How does AlphaGo work?

Edward Tsang 2016.03.20; revised 2016.03.21

AlphaGo, is a computer program that beats a top professional human player Lee Sedol recently. To find the next move, AlphaGo plays millions of games from the current board situation by itself. To do so, AlphaGo needs to do two things:

shortlist sensible moves; and
evaluate how good a board situation is.

AlphaGo uses (a) expert knowledge, plus (b) machine learning, a branch in Artificial Intelligence, to perform these tasks.

Note: "AI beats human in Go" makes attractive headline. But one must not belittle the contributions to AlphaGo by human intelligence and computer hardware.

A non-technical explanation

AlphaGo, Google Deepmind's computer program in the board game Go, beat professional player Lee Sedol 9-dan 4-1 in a five games match from 9th to 15th March 2016. This is impressive, because before AlphaGo, no computer programs could beat professional human players in Go.

In Go, a game play is formed by a sequence of alternate moves by two players. To find the next move, AlphaGo plays millions of games from the current board situation by itself. It then chooses the move that leads to the highest score. To do so, AlphaGo needs to do two things:

Task 1: Generate and prioritise sensible moves;
Task 2: Evaluate how good a board situation is.

These two tasks are explained below.

Task 1: moves shortlisting

On Task1 AlphaGo attempts to shortlist moves. If AlphaGo were to consider all legal moves on the board, then it will not be able to play many games, due to the large number of combinations available. If it shortlists too few moves, it may miss good moves. AlphaGo uses (a) expert input; and (b) machine learning to learn what moves to consider. Experts suggest what "features" make a move valuable. For example, the positions around the the last two moves tend to be worth considering. A position that kills a group tend to be worth considering too. Exactly how these features should be combined together is the job of machine learning. This includes (i) learning from 30 million positions which experts played; and (ii) self-playing.

Task 2: board evaluation

Task2 is to score a board situation. If a game has played to the end, then AlphaGo will know which side is better. However, if the game sequence does not end in one side winning, AlphaGo has to estimate how favourable either side is. If the estimation is grossly inaccurate, then the simulation was futile or even misleading.

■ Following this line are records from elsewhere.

// Dataset and attribute helpers on top of the RAII handles: the few shapes a run record
// needs (1-D and 2-D doubles, 1-D text, integer scalars, text and number attributes,
// dimension scales). Names passed in are relative to the parent; messages name the object.
#pragma once

#include <cstdint>
#include <filesystem>
#include <functional>
#include <span>
#include <string>
#include <string_view>
#include <vector>

#include "wetfront/profiles/hdf5_handles.hpp"

namespace wetfront::profiles::hdf5 {

// Files and groups keep link and attribute creation order, so listings follow the order in
// which things were written.
// A file that lives in memory only (core driver without a backing store); `name` is used
// in messages. Its bytes come out with file_image().
File create_memory_file(const std::string& name);
// The complete bytes of an open file, as they would be on disk (flushes first).
std::vector<char> file_image(const File& file);
// A whole file built in memory by `write` (given the file's id), with HDF5's own error printing
// turned off; its bytes, ready to be saved. Throws Error (or what `write` throws).
std::vector<char> build_in_memory(const std::string& name, const std::function<void(hid_t)>& write);
// Writes a wetfront file: `check` the record (std::invalid_argument when it is inconsistent),
// build the file in memory with `write`, then save it under `path` (file_save.hpp: a temporary
// name renamed when complete). Every failure throws RunFileError "cannot write <what> '<path>':
// <cause>".
void write_file(const std::filesystem::path& path, std::string_view what, const std::function<void()>& check,
                const std::function<void(hid_t)>& write);
File open_file_read_only(const std::string& path);
Group create_group(hid_t parent, std::string_view name);
Group open_group(hid_t parent, std::string_view name);
bool has_link(hid_t parent, std::string_view name);

// Every dataset is written with its `long_name` attribute and, unless `units` is empty (text),
// its `units` attribute (UDUNITS-2 text; "1" for a dimensionless number).
struct Description {
  std::string_view units;
  std::string_view long_name;
};

// Values per chunk of a dataset stored in chunks of whole rows (128 KiB of doubles).
inline constexpr hsize_t kChunkValues = 16384;

// A dataset of `file_type` and `space` with its attributes in creation order; `chunk` (rows, and
// columns for two dimensions) empty for contiguous storage. Chunked two-dimensional data is
// shuffled and deflated when the library has zlib.
Dataset create_dataset(hid_t parent, std::string_view name, hid_t file_type, const Dataspace& space,
                       std::span<const hsize_t> chunk = {});
// Sets `units` (unless empty) and `long_name` on the dataset `name` in `parent`.
void describe(hid_t parent, std::string_view name, Description about);

Dataset write_vector(hid_t parent, std::string_view name, std::span<const double> values, Description about);
// Row-major rows x columns.
Dataset write_matrix(hid_t parent, std::string_view name, std::size_t rows, std::size_t columns,
                     std::span<const double> values, Description about);
Dataset write_integers(hid_t parent, std::string_view name, std::span<const std::int64_t> values, Description about);
Dataset write_integer_scalar(hid_t parent, std::string_view name, std::int64_t value, Description about);
Dataset write_texts(hid_t parent, std::string_view name, const std::vector<std::string>& values, Description about);

Dataset write_double_scalar(hid_t parent, std::string_view name, double value, Description about);
Dataset write_text_scalar(hid_t parent, std::string_view name, const std::string& value, std::string_view long_name);

// A dataset of doubles that grows along its first dimension, which is unlimited (netCDF's
// unlimited dimension): rows of `columns` values, or single values when `columns` is 0. Rows are
// held until a chunk is full and then written as one block, so memory stays at one chunk.
class GrowingDataset {
 public:
  GrowingDataset(hid_t parent, std::string_view name, std::size_t columns, Description about);
  // `columns` values (one when columns is 0).
  void append(std::span<const double> row);
  // Writes the rows held (called before the file is closed).
  void flush();
  const Dataset& dataset() const { return dataset_; }

 private:
  Dataset dataset_;
  std::size_t width_;
  hsize_t chunk_rows_;
  hsize_t written_ = 0;
  std::vector<double> held_;
};

// The netCDF-4 data model on HDF5 (docs/hdf5-layout.md, "netCDF-4 and CF"): a dimension is a
// dimension scale; a coordinate variable is a one-dimensional scale whose NAME is its own dataset
// name; a dimension without values is a scale named by netCDF's fixed phrase and its length.
// A dataset may only attach to a scale in its own group or an ancestor group.
// make_coordinate: `scale` (one-dimensional) becomes the coordinate variable of the dimension
// that carries its dataset name.
void make_coordinate(const Dataset& scale);
// A dimension `name` of `length` without values (netCDF's "dimension but not a variable").
Dataset make_named_dimension(hid_t parent, std::string_view name, std::size_t length);
// H5DSattach_scale to dimension `dimension` of `dataset`; throws unless the scale is in the
// dataset's group or an ancestor group.
void attach_dimension_scale(const Dataset& dataset, const Dataset& scale, unsigned dimension);
// Gives every dimension scale of the file its `_Netcdf4Dimid`, counting in the order the
// netCDF-C library meets them (a group's own datasets in creation order, then its groups).
// Called once, after everything is written.
void number_dimensions(hid_t file);

// Attributes on the object `object_name` relative to `location` ("." for the location itself).
void set_text_attribute(hid_t location, std::string_view object_name, std::string_view name, std::string_view value);
void set_double_attribute(hid_t location, std::string_view object_name, std::string_view name, double value);
void set_int_attribute(hid_t location, std::string_view object_name, std::string_view name, int value);
bool has_attribute(hid_t location, std::string_view object_name, std::string_view name);
// Reads fixed-length and variable-length text attributes alike.
std::string get_text_attribute(hid_t location, std::string_view object_name, std::string_view name);
double get_double_attribute(hid_t location, std::string_view object_name, std::string_view name);
int get_int_attribute(hid_t location, std::string_view object_name, std::string_view name);

// Reads a dataset of any numeric type as doubles; `dims` receives the shape. Throws unless
// the rank equals expected_rank.
std::vector<double> read_doubles(hid_t parent, std::string_view name, int expected_rank,
                                 std::vector<std::size_t>& dims);
std::vector<std::int64_t> read_integers(hid_t parent, std::string_view name, int expected_rank,
                                        std::vector<std::size_t>& dims);
std::vector<std::string> read_texts(hid_t parent, std::string_view name);
// A dataset of rank 0 (one value).
std::string read_text_scalar(hid_t parent, std::string_view name);
double read_double_scalar(hid_t parent, std::string_view name);

// A one-dimensional dataset that must hold exactly `length` entries; throws Error otherwise.
std::vector<double> read_doubles_of_length(hid_t parent, std::string_view name, std::size_t length);
std::vector<std::string> read_texts_of_length(hid_t parent, std::string_view name, std::size_t length);

// What a wetfront file is and where it came from, as attributes of `file`: record_format,
// record_format_version, program_version, site_name, run_start_date, input_hash, and run_id
// when it is not empty (the identity every file of one run's output set carries).
struct FileIdentity {
  std::string_view format;
  int version = 0;
  std::string_view program_version, site_name, run_start_date, input_hash;
  std::string_view run_id = {};
};
void set_identity_attributes(hid_t file, const FileIdentity& identity);

// Full HDF5 path of an object, for messages.
std::string object_path(hid_t object);
// Full HDF5 path of `name` in the group `parent`.
std::string child_path(hid_t parent, std::string_view name);

}  // namespace wetfront::profiles::hdf5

It is unclear in the publication exactly how AlphaGo evaluates a board situation. Roughly speaking, experts identify factors that they consider important for evaluating a board position. For example, how much territory is occupied by either side? How many pieces have been captured by either side? AlphaGo uses the moves generator (which is part of Task1) to play many games by itself, in order to learn how those factors should be combined.

Where does AlphaGo's power come from?

"Artificial intelligence beats human beings" is an exciting headline, hence machine learning gets most of the publicity. In reality, AlphaGo's power comes from a combination of the following sources:

Human knowledge:
Human knowledge is channelled into AlaphaGo in (i) the 30 million positions used for training; as well as (ii) the features that the moves generation and board evaluation networks use as input;
Machine learning:
Through neural network and simulation;
Computer processing power:
It is worth noting that the AlphaGo software today, unaltered, will be substantially more powerful in three years' time when Deepmind updates the processors
Intelligence from the Google Deepmind team, who put the above together:
Other teams may attempt to put the above together, which they would not necessarily be able to build a program as strong as AlphaGo.

A bit of technical information

For Task 1, AlphaGo generates moves using an artificial neural network, which is called a “Policy Network”. The connections in this network and the weights associated to it determine how the input features should be combined with each other. The weights on the connections were learned by (a) supervised learning, followed by (b) reinforcement learning through self-playing.